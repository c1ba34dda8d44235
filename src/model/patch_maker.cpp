// SPDX-License-Identifier: GPL-2.0-or-later
#include "model/patch_maker.h"

#include <algorithm>
#include <cmath>

#include "base/error.h"
#include "base/parallel.h"
#include "model/detail_intensity.h"
#include "sphere/angular_correlation.h"
#include "sphere/bilinear.h"
#include "sphere/point_synthesis.h"
#include "sphere/regrid.h"

namespace foreglow {
namespace {

constexpr double template_tolerance = 1e-6;  // of its a_lm; patches are judged by their spectra
constexpr std::int64_t block = 4096;

template <class Value>
std::vector<double> interpolate_at(const HealpixGrid& grid, std::span<const Value> map,
                                   std::span<const Vector3> directions) {
    const BilinearSampler sampler(grid);
    std::vector<double> out(directions.size());
    parallel_for_blocks(
        static_cast<std::int64_t>(out.size()), block, [&](std::int64_t begin, std::int64_t end) {
            for (auto i = static_cast<std::size_t>(begin); i < static_cast<std::size_t>(end); ++i) {
                const HealpixGrid::Stencil s = sampler.stencil(directions[i]);
                double sum = 0, weight = 0;
                for (std::size_t k = 0; k < 4; ++k) {
                    const auto value = static_cast<double>(map[static_cast<std::size_t>(s.pixels[k])]);
                    if (!is_defined(value)) continue;
                    sum += s.weights[k] * value;
                    weight += s.weights[k];
                }
                out[i] = weight > 0 ? sum / weight : undefined_pixel;
            }
        });
    return out;
}

// Undefined indices lie where the template is undefined too or near it; the law wants some number there.
void fill_with_mean(std::vector<double>& values) {
    double sum = 0;
    std::size_t count = 0;
    for (const double v : values)
        if (is_defined(v)) {
            sum += v;
            ++count;
        }
    const double mean = count > 0 ? sum / static_cast<double>(count) : 0.0;
    for (double& v : values)
        if (!is_defined(v)) v = mean;
}

}  // namespace

TemplateAlms analyse_template(const DetailedSky& sky, bool polarized) {
    const DetailParts parts = sky.parts();
    const HealpixGrid& grid = parts.base->grid;
    TemplateAlms out;
    out.lmax = largest_detail_lmax(grid);
    AnalysedMap intensity = analyse_filled(*parts.intensity_map, out.lmax, template_tolerance);
    out.intensity = std::move(intensity.alm);
    out.filled = std::move(intensity.filled);
    if (!polarized) return out;
    AnalysedStokes stokes = analyse_filled(*parts.stokes_maps, out.lmax, template_tolerance);
    out.polarization = std::move(stokes.alm);
    if (out.filled.empty())
        out.filled = std::move(stokes.filled);
    else if (!stokes.filled.empty())
        for (std::size_t i = 0; i < out.filled.size(); ++i)
            out.filled[i] = std::max(out.filled[i], stokes.filled[i]);
    return out;
}

PatchMaker::PatchMaker(const DetailedSky& sky, std::shared_ptr<const TemplateAlms> alms,
                       const PatchSpec& patch, Frame frame, int margin, bool polarized)
    : sky_(sky),
      alms_(std::move(alms)),
      frame_(PatchFrame(patch.longitude, patch.latitude, patch.pixel, patch.pixels).with_margin(margin)),
      name_(patch.name),
      polarized_(polarized),
      plane_(patch.pixels + 2 * margin, patch.pixel) {
    const Matrix3 to_sky = rotation_between(frame, sky.parts().base->frame);
    directions_ = frame_.directions();
    for (Vector3& n : directions_)
        n = rotate(to_sky, n);
    template_ = synthesize_at(alms_->intensity, directions_);
    if (polarized_) {
        turns_ = frame_.turns(rotation_between(frame, frame));
        sky_turns_ = frame_.turns(to_sky);
        template_stokes_ = synthesize_at(alms_->polarization, directions_);
        turn(template_stokes_, sky_turns_, -1);
    }
    if (sky.has_detail()) prepare_detail();
}

void PatchMaker::turn(StokesValues& stokes, std::span<const double> angles, double sign) const {
    for (std::size_t i = 0; i < angles.size(); ++i) {
        const double c = std::cos(2 * angles[i]), s = sign * std::sin(2 * angles[i]);
        const double q = stokes.q[i], u = stokes.u[i];
        stokes.q[i] = c * q - s * u;
        stokes.u[i] = s * q + c * u;
    }
}

std::vector<double> PatchMaker::interpolate_float(std::span<const float> map) const {
    return interpolate_at(sky_.parts().base->grid, map, directions_);
}

std::vector<double> PatchMaker::interpolate_double(std::span<const double> map) const {
    return interpolate_at(sky_.parts().base->grid, map, directions_);
}

void PatchMaker::prepare_detail() {
    const DetailParts parts = sky_.parts();
    const DetailReport& report = sky_.report();
    seam_ = report.lmax;
    const SkySpectra full = sky_.spectra_up_to(plane_.highest_l());
    plane_spectra_ = make_complement(full, report.intensity_beam, report.polarization_beam);
    for (std::size_t l = 0; l < full.tt.size(); ++l) {
        const bool on_sphere = l <= static_cast<std::size_t>(seam_);
        if (l <= static_cast<std::size_t>(alms_->lmax) && !on_sphere) continue;
        // Beyond what the template's pixels hold it holds nothing.
        plane_spectra_.tt[l] = on_sphere ? 0.0 : full.tt[l];
        if (full.ee.empty()) continue;
        plane_spectra_.ee[l] = on_sphere ? 0.0 : full.ee[l];
        plane_spectra_.bb[l] = on_sphere ? 0.0 : full.bb[l];
        plane_spectra_.correlation[l] = full.correlation[l];
    }
    if (polarized_ && report.overlap > 0) raise_correlation(plane_spectra_, report.overlap);
    const IntensityParts intensity = parts.intensity->parts();
    weights_ = interpolate_float(intensity.weights);
    if (!intensity.steepness.empty()) steepness_ = interpolate_float(intensity.steepness);
    if (polarized_) polarized_weights_ = interpolate_float(parts.polarized_weights);
    if (!intensity.lognormal) return;
    // A small-scale factor multiplies large scales of relative variance v: its own spectrum is the target
    // over 1 + v, and that of its logarithm again over 1 + its variance.
    for (double& cl : plane_spectra_.tt)
        cl *= intensity.scale;
    const double large = variance_of_spectrum(report.added.tt) * intensity.scale;
    const double own = plane_.variance(plane_spectra_.tt) / (1 + large);
    for (double& cl : plane_spectra_.tt)
        cl *= intensity.norm / ((1 + large) * (1 + own));
    plane_half_variance_ = 0.5 * plane_.variance(plane_spectra_.tt);
}

void PatchMaker::add_intensity(int realization, std::vector<double>& intensity) const {
    const DetailParts parts = sky_.parts();
    const IntensityParts form = parts.intensity->parts();
    const std::vector<double> large =
        synthesize_at(draw_intensity(form.drawn_cl, seam_, {parts.seed, realization}), directions_);
    const std::vector<double> small = plane_.intensity(plane_spectra_.tt, {parts.seed, realization, name_});
    for (std::size_t i = 0; i < intensity.size(); ++i) {
        const double g = large[i] + small[i], base = intensity[i];
        if (!form.lognormal || !(base > 0)) {
            intensity[i] = base + weights_[i] * g;
        } else if (steepness_.empty()) {
            intensity[i] = base * std::exp(g - form.half_variance - plane_half_variance_);
        } else {
            const double s = steepness_[i];
            intensity[i] = base * std::exp(s * g - s * s * (0.5 + plane_half_variance_));
        }
    }
}

void PatchMaker::add_polarization(int realization, StokesValues& stokes) const {
    const DetailParts parts = sky_.parts();
    StokesValues large =
        synthesize_at(draw_polarization(sky_.report().added, seam_, {parts.seed, realization}), directions_);
    turn(large, sky_turns_, -1);
    const StokesValues small = plane_.polarization(plane_spectra_, {parts.seed, realization, name_});
    for (std::size_t i = 0; i < stokes.q.size(); ++i) {
        stokes.q[i] += polarized_weights_[i] * (large.q[i] + small.q[i]);
        stokes.u[i] += polarized_weights_[i] * (large.u[i] + small.u[i]);
    }
}

PatchSky PatchMaker::make(int realization, const SkyModel& whole) const {
    PatchSky out;
    out.values.intensity = template_;
    StokesValues stokes = template_stokes_;
    if (sky_.has_detail()) {
        add_intensity(realization, out.values.intensity);
        if (polarized_) add_polarization(realization, stokes);
    }
    out.values.q = std::move(stokes.q);
    out.values.u = std::move(stokes.u);
    const SkyStrip full = make_sky_strip(whole, {0, whole.grid.ring_count(), false}, polarized_);
    const auto take = [&](const std::vector<double>& from, std::vector<double>& to) {
        if (from.empty()) return;
        to = interpolate_double(from);
        fill_with_mean(to);
    };
    take(full.index, out.values.index);
    take(full.curvature, out.values.curvature);
    take(full.slope, out.values.slope);
    take(full.field, out.values.field);
    take(full.break_energy, out.values.break_energy);
    take(full.cutoff_energy, out.values.cutoff_energy);
    take(full.polarized_index, out.values.polarized_index);
    take(full.polarized_curvature, out.values.polarized_curvature);
    if (alms_->filled.empty()) return out;
    const auto filled = interpolate_double(alms_->filled);
    out.undefined.resize(filled.size());
    for (std::size_t i = 0; i < filled.size(); ++i)
        out.undefined[i] = filled[i] > largest_filled_share;
    return out;
}

}  // namespace foreglow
== == ==
TASK REQUIREMENTS: Working through the entries line by line, count those containing "margin" and report only the number.

SOLVED EXERCISE: 3